Stopping the "hate"
- Serah
- May 23, 2016
- 3 min read

I really don’t want this to be another post about “hating.” After all, I don’t even like the colloquial. However, I must ask the question... Why? Why do people hate? What is it about engaging in complete and utter slander that we get such a thrill or sense of satisfaction out of?
It just baffles me when I see any person, whether I love them or don’t care for them being torn down verbally or through distortion to pieces. All it takes is one photo and it can be used as the very tool that will:
Change the way that a person is viewed to the rest of the viewers. But of course, the proverbial paparazzi! The givers of disposition, the eye behind how the susceptible public will overall feel about anyone in Hollywood. All it really takes is one mistake (and how many of those do we make daily) and a camera attached to an individual willing to distort their subjects’ action at any cost. It rather easy too. Catch a person in the wrong moment, vulnerable and expose and BOOM--you got a front page disaster. The idea is really twistedly ingenious. I may not know Lindsey Lohan nor would ever get the opportunity to know her. I am neither a fan nor am I against her. However, the paparazzi has done a splendid job of painting the picture that they would like for everyone to see. Surely, paparazzi’s cover some positive things, but how often is the profession used as a platform to create, well—hate.
Complete and utter verbal abuse (let’s not sugarcoat what it really is). Readers generally start by commenting on the life of the photographed (having never met them and generally as a result of “1”). I mean how many rumors are true anyways? And even if they are, who really cares! Are we, myself included, really one to cast stones in a glass house… In the web of truly believing we know who the photographed is, insults are brewed. Some of the comments that I have read underneath heavily liked/viewed photo are the most offensive comments I think I will ever read. Then, the next day someone one tops it with something even more hateful. I wonder… did the commenter ever take into account that the photographed could possibly read it and how it would make them feel. I find myself sometime doubting whether I should even place certain photos up in fear or the verbal bashing police that has become the World Wide Web.
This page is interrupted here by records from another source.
def change_between(first: SignalAt, last: SignalAt, noise: BlockNoise | None) -> tuple[float, float]:
    """Return last less first signal and its standard error (NaN without noise), covariance included."""
    change = last.mean - first.mean
    if noise is None or not math.isfinite(change):
        return change, math.nan
    both = Stretches(
        np.array([first.start_s, last.start_s]),
        np.array([first.stop_s, last.stop_s]),
        np.array([first.count, last.count]),
    )
    covariance = noise.covariance(both)
    return change, math.sqrt(max(covariance[0, 0] + covariance[1, 1] - 2.0 * covariance[0, 1], 0.0))


def hold_row(fitted: FittedHold, scale: HoldScale, x: float, band_percent: float) -> dict[str, object]:
    """Return the row of one hold, columns :data:`HOLD_COLUMNS`.

    Parameters
    ----------
    fitted, scale
        The hold and what it is divided by.
    x
        What was kept, in units of the reference; NaN where unknown.
    band_percent
        Half-width of the band that the settling time is of, in per cent.
    """
    hold, identity = fitted.hold, fitted.identity
    verdict, called = verdict_of_hold(hold)
    return {
        "generation": identity.generation,
        "batch": identity.batch,
        "module": identity.module,
        "sensor": identity.sensor,
        "position": identity.position,
        "session": identity.session,
        "repetition": identity.repetition,
        "started": identity.started,
        "trial": identity.file,
        "hold": fitted.number,
        "strain": x,
        "place": hold.place,
        "kept": hold.kept,
        "duration_s": hold.duration_s,
        "ramp_s": hold.ramp_s,
        "verdict": verdict,
        "called": called,
        "percent_of": scale.percent_of,
        "first_signal": hold.first.mean,
        "unit": fitted.unit,
        "temperature": hold.temperature.state,
        "temperature_mean_c": hold.temperature.mean_c,
        "temperature_range_k": hold.temperature.range_k,
        **_changes(fitted, scale),
        **_decades(fitted, scale),
        **_forms(fitted, scale, band_percent),
        **_per_hour(fitted, scale),
    }
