def lines_figure(calibration: Calibration, where: SensorAxis) -> Figure:
    """Return the lines of all sensors, one panel a module; in small campaigns with the mean readings."""
    reference, unit = calibration.reference, signal_unit(calibration)
    modules = where.modules[:MOST_MODULES]
    lines = principal_lines(calibration.sensor_lines)
    means = _level_means(calibration) if len(lines) <= FEW_SENSORS else None
    traces: list[Trace] = []
    labels: list[Layout] = []
    for index, (generation, module) in enumerate(modules):
        own = lines[(lines["generation"] == generation) & (lines["module"] == module)]
        traces += _module_lines(own, means, where, panel(index), reference)
        labels += _end_labels(own, panel(index), reference) if len(modules) <= 12 else []
    marked = "Open marks are the mean readings of a level over runs. " if means is not None else ""
    columns, rows = panel_grid(len(modules))
    return Figure(
        name="lines",
        caption=_lines_caption(lines, reference, len(where.modules)),
        alternative=f"Small multiples, one panel a module: signal against {x_title(reference).lower()}, one "
        "straight line a sensor.",
        traces=tuple(traces),
        layout=small_multiples(
            [_panel_name(g, m, where) for g, m in modules],
            axis(x_title(reference), reference.shown_unit),
            axis("Signal", unit),
            columns=columns,
            gap=(0.04, 0.30 / rows if rows > 1 else 0.1),
            annotations=labels,
        ),
        table="sensor_lines",
        note=f"{marked}A line is the mean of the lines of its sensor’s runs. Its ends lead to the sensor’s "
        f"page.",
        height=90 + 190 * rows if rows > 1 else 420,
    )


def panel_grid(panels: int) -> tuple[int, int]:
    """Return columns and rows for so many panels."""
    columns = 1 if panels == 1 else 2 if panels <= 4 else 4 if panels > 12 else 3
    return columns, math.ceil(panels / columns)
Total humiliate. Case one: You are mad, fuming even and the person in the photograph was the perpetrator. Solution: You have consciously decided that the only way you can truly show just how mad you are is by public humiliation or at least as public as society has created. You realize that it is your turn to either return the ugly comment with a response or initiate verbal ugliness. It has dawned on you that in order for the perpetrator to see what they did, they must be humiliated in front of friends and family. That ought to show em’! The uglier, the more off-handed, the more personal—the better. And why do all this? To save face in front of the people around who witnessed the argument in the first place. After all, the internet (as amazing as it is) provides the opportunity to hide behind a picture or default saver and not be held accountable for saying it in flesh to the alleged perpetrator.
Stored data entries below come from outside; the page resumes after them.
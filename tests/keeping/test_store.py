"""The store of results: what was put comes back; nothing damaged, foreign or hostile is believed."""

from __future__ import annotations

import os
import pickle
import random
import sqlite3
import subprocess
import sys
from collections.abc import Iterator
from pathlib import Path

import numpy as np
import pytest

from campaign.keeping.program import digest_of, program_digest
from campaign.keeping.store import FILE_NAME, FOLDER_VARIABLE, Store, cache_file, open_store
from campaign.keeping.value_codec import encode
from campaign.notices import Notice

FLIPS = 600
NOTICE = Notice("blank-line", "noted", "a.csv", 3, None, "an empty line", "passed over")


class Said:
    """What a store says of itself."""

    def __init__(self) -> None:
        self.sentences: list[str] = []

    def __call__(self, sentence: str) -> None:
        self.sentences.append(sentence)


@pytest.fixture
def said() -> Said:
    return Said()


@pytest.fixture
def file(tmp_path: Path) -> Path:
    return tmp_path / "deep" / FILE_NAME


def entries() -> dict[str, object]:
    """Values by key, of a size that some of them take pages of their own."""
    draws = np.random.default_rng(4)
    return {
        digest_of([f"entry {number}"]): (NOTICE, {"values": draws.normal(size=20 * number)}, f"text {number}")
        for number in range(30)
    }


def filled(file: Path) -> dict[str, bytes]:
    """Fill a store and return what encodes each of its values."""
    with open_store(file) as store:
        for key, value in entries().items():
            assert store.put(key, value, "content")
    return {key: encode(value) for key, value in entries().items()}


def found(store: Store, keys: Iterator[str] | dict[str, bytes]) -> dict[str, bytes]:
    return {key: encode(values["content"]) for key, values in store.get_many(list(keys)).items()}


def test_what_was_put_is_found_by_the_next_run(file: Path, said: Said) -> None:
    expected = filled(file)
    with open_store(file, said) as store:
        assert found(store, expected) == expected
        assert store.get(next(iter(expected)), "other content") is None
        assert store.get("no such key") is None
        assert store.holds([*expected, "no such key"]) == set(expected)
    assert said.sentences == []


def test_without_a_path_nothing_is_kept(said: Said) -> None:
    with open_store(None, said) as store:
        assert not store.is_open
        assert not store.put("key", 1)
        assert store.get("key") is None
    assert said.sentences == []


def test_what_cannot_be_kept_is_not(file: Path, said: Said) -> None:
    with open_store(file, said) as store:
        assert not store.put("key", print)
        assert store.put("other", 1)
        assert (store.get("key"), store.get("other")) == (None, 1)
    assert said.sentences == []


def test_of_600_single_bit_flips_none_is_believed(file: Path, said: Said) -> None:
    """Every value that is found after a flip is, to the byte, the one that was put; the rest is not found."""
    expected = filled(file)
    whole = file.read_bytes()
    chance = random.Random(11)
    lost = 0
    for _ in range(FLIPS):
        place = chance.randrange(len(whole) * 8)
        damaged = bytearray(whole)
        damaged[place // 8] ^= 1 << place % 8
        file.write_bytes(damaged)
        with open_store(file, said) as store:
            after = found(store, expected)
        assert after.items() <= expected.items(), f"bit {place} was believed"
        lost += len(after) < len(expected)
    assert lost > FLIPS / 2, "most flips hit something that is noticed"
    assert len(said.sentences) > 0.9 * lost, "a flip in the text of a key makes an entry unfindable, no more"


def test_damage_is_said_and_the_file_begun_anew(file: Path, said: Said) -> None:
    expected = filled(file)
    whole = file.read_bytes()
    value = next(reversed(expected.values()))
    place = whole.index(value[40:80])
    file.write_bytes(whole[:place] + bytes([whole[place] ^ 4]) + whole[place + 1 :])
    with open_store(file, said) as store:
        assert store.get_many(list(expected)) == {}
        assert store.put("key", 1)
    assert len(said.sentences) == 1
    assert "thrown away" in said.sentences[0]
    with open_store(file, said) as store:
        assert store.get("key") == 1


@pytest.mark.parametrize("content", [b"no database at all, but words", os.urandom(9000)])
def test_a_file_that_is_no_database_is_thrown_away(file: Path, said: Said, content: bytes) -> None:
    file.parent.mkdir()
    file.write_bytes(content)
    with open_store(file, said) as store:
        assert store.put("key", 1)
        assert store.get("key") == 1
    assert [sentence.count("thrown away") for sentence in said.sentences] == [1]


@pytest.mark.parametrize(
    "statement",
    [
        "CREATE TABLE songs (title TEXT)",
        "CREATE TABLE kept (key TEXT, content TEXT, used INTEGER, size INTEGER, mark BLOB, value BLOB)",
        "CREATE VIEW kept AS SELECT 1 AS key",
    ],
)
def test_a_database_of_others_is_thrown_away(file: Path, said: Said, statement: str) -> None:
    file.parent.mkdir()
    foreign = sqlite3.connect(file)
    foreign.execute(statement)
    foreign.commit()
    foreign.close()
    with open_store(file, said) as store:
        assert store.get("key") is None
        assert store.put("key", 1)
    assert [sentence.count("not one of ours") for sentence in said.sentences] == [1]


class Hostile:
    """What runs a command when it is unpickled without care."""

    def __reduce__(self) -> tuple[object, tuple[str]]:
        return os.system, ("touch hostile-was-here",)


@pytest.mark.parametrize("protocol", [0, 2, 5])
def test_a_hostile_pickle_with_a_good_check_value_is_refused(
    file: Path, said: Said, protocol: int, tmp_path: Path, monkeypatch: pytest.MonkeyPatch
) -> None:
    monkeypatch.chdir(tmp_path)
    with open_store(file, said) as store:
        assert store.put_bytes("key", pickle.dumps(Hostile(), protocol))
    with open_store(file, said) as store:
        assert store.get("key") is None
    assert not (tmp_path / "hostile-was-here").exists()
    assert [sentence.count("nothing in it is believed") for sentence in said.sentences] == [1]


def test_a_second_run_goes_without(file: Path, said: Said) -> None:
    expected = filled(file)
    with open_store(file) as first, open_store(file, said) as second:
        assert second.get_many(list(expected)) == {}
        assert not second.put("key", 1)
        assert found(first, expected) == expected
    assert [sentence.count("another run is using it") for sentence in said.sentences] == [1]


def test_another_process_goes_without_too(file: Path) -> None:
    script = (
        "import sys, pathlib; from campaign.keeping.store import open_store; "
        "print(open_store(pathlib.Path(sys.argv[1])).is_open)"
    )
    with open_store(file):
        run = subprocess.run([sys.executable, "-c", script, file], capture_output=True, text=True, check=True)
    assert run.stdout == "False\n"
    assert "another run is using it" in run.stderr


def test_a_folder_that_cannot_be_written_to_is_said(tmp_path: Path, said: Said) -> None:
    (tmp_path / "file").write_text("in the way")
    with open_store(tmp_path / "file" / FILE_NAME, said) as store:
        assert not store.put("key", 1)
    assert [sentence.count("is not used") for sentence in said.sentences] == [1]


def test_a_run_that_is_killed_leaves_what_it_had_written_down(file: Path, said: Said) -> None:
    script = (
        "import sys, os, pathlib; from campaign.keeping import store as s; s.PUTS_A_COMMIT = 10\n"
        "store = s.open_store(pathlib.Path(sys.argv[1]))\n"
        "for number in range(25): store.put(str(number), number)\n"
        "os._exit(9)"
    )
    run = subprocess.run([sys.executable, "-c", script, file], check=False)
    assert run.returncode == 9
    with open_store(file, said) as store:
        assert [store.get(str(number)) for number in range(25)] == [*range(20), *[None] * 5]
    assert said.sentences == []


def test_what_was_not_used_for_longest_is_dropped(file: Path, said: Said) -> None:
    block = np.zeros(12_500)  # 100 kB
    with open_store(file, said, largest_bytes=1_000_000) as store:
        for number in range(9):
            store.put(str(number), block)
    later = Store(file, said, largest_bytes=1_000_000)
    later._today += 1
    assert later.get("0") is not None
    for number in range(9, 13):
        later.put(str(number), block)
    later.close()
    with open_store(file, said) as store:
        left = store.holds([str(number) for number in range(13)])
    assert left == {"0", *map(str, range(7, 13))}
    assert file.stat().st_size < 1_100_000
    assert said.sentences == []


def test_the_variable_names_another_folder(tmp_path: Path, monkeypatch: pytest.MonkeyPatch) -> None:
    monkeypatch.setenv(FOLDER_VARIABLE, str(tmp_path))
    assert cache_file() == tmp_path / FILE_NAME
    monkeypatch.delenv(FOLDER_VARIABLE)
    monkeypatch.setenv("XDG_CACHE_HOME", str(tmp_path / "users"))
    assert cache_file().name == FILE_NAME
    assert "campaign-report" in cache_file().parts


def test_digests_tell_where_one_part_ends() -> None:
    assert digest_of(["ab", "c"]) != digest_of(["a", "bc"])
    assert digest_of(["ab", "c"]) == digest_of([b"ab", b"c"])
    assert len(program_digest()) == 64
The biggest question I have is: to what end? Why?
Even if you think it’s just an innocent assessment of a picture with a slightly unpleasant undertone, why say it at al? In fact, why think it? It seems...de minimis given the broader effort we should have in uplifting each other (stranger, foe or friend) unconditionally. What a far better place it would be to exist in a modern world surround around Facebook, Instagram and Twitter. Most especially if we would just realize… that words are powerful.
It breaks my heart deeply and I don’t even know half of the people it happens to.
But I was thinking... maybe you could come with me and today we could stop the “hate.”